▸ **Work task**:
Retrieve each line that contains the word "best" from the entries below.

▸ **Input records**:
=====

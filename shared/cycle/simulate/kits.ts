/**
 * Hobby test kits as a client reads them: a colour chart with a few steps, each step
 * on the kit's own basis. A reading is the chart step whose colour is closest; colour
 * differences on these charts grow with the ratio of concentrations, so closeness is
 * judged on a log scale (common practice, no published source).
 */

import { fromNitrogen, toNitrogen, type NitrogenSpecies } from '../../chemistry/nitrogen'

/** One kit's colour chart. */
export interface KitChart {
  /** The basis every step is printed in, e.g. ppm "as NH3" (total ammonia expressed as NH3). */
  readonly basis: NitrogenSpecies
  /** Colour steps in ppm (mg/L) on `basis`, ascending, starting at 0. */
  readonly steps: readonly number[]
}

/** Total ammonia kit: 0, 0.25, 0.5, 1, 2, 4, 8 ppm, total ammonia expressed as NH3. */
export const AMMONIA_KIT: KitChart = Object.freeze({ basis: 'NH3', steps: Object.freeze([0, 0.25, 0.5, 1, 2, 4, 8]) })
/** Nitrite kit: 0, 0.25, 0.5, 1, 2, 5 ppm as NO2. */
export const NITRITE_KIT: KitChart = Object.freeze({ basis: 'NO2', steps: Object.freeze([0, 0.25, 0.5, 1, 2, 5]) })
/** Nitrate kit: 0, 5, 10, 20, 40, 80, 160 ppm as NO3. */
export const NITRATE_KIT: KitChart = Object.freeze({ basis: 'NO3', steps: Object.freeze([0, 5, 10, 20, 40, 80, 160]) })

/** The index of the step a client picks for a true concentration in mg/L as N. */
export function kitStepIndex(chart: KitChart, valueN: number): number {
  const value = fromNitrogen(Math.max(0, valueN), chart.basis)
  const steps = chart.steps
  const first = steps[1] ?? 0
  // Below half the first colour step the water looks like the zero card.
  if (value < first / 2) return 0
  let best = 1
  for (let i = 2; i < steps.length; i += 1) {
    const step = steps[i] ?? 0
    const current = steps[best] ?? 0
    if (Math.abs(Math.log(value / step)) < Math.abs(Math.log(value / current))) best = i
  }
  return best
}

/** A kit reading: the step in the kit's basis, and the same value in mg/L as N. */
export interface KitReading {
  readonly value: number
  readonly basis: NitrogenSpecies
  readonly valueN: number
}

/** The reading at step `index` of `chart` (clamped to the chart). */
export function kitReadingAt(chart: KitChart, index: number): KitReading {
  const i = Math.max(0, Math.min(chart.steps.length - 1, index))
  const value = chart.steps[i] ?? 0
  return { value, basis: chart.basis, valueN: toNitrogen(value, chart.basis) }
}

/** Reads a true concentration (mg/L as N) off the chart; `shift` moves the pick by whole steps (a misread). */
export function readKit(chart: KitChart, valueN: number, shift = 0): KitReading {
  return kitReadingAt(chart, kitStepIndex(chart, valueN) + shift)
}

=====

▸ **Finished exercise**:
  let best = 1
    const current = steps[best] ?? 0
    if (Math.abs(Math.log(value / step)) < Math.abs(Math.log(value / current))) best = i
  return best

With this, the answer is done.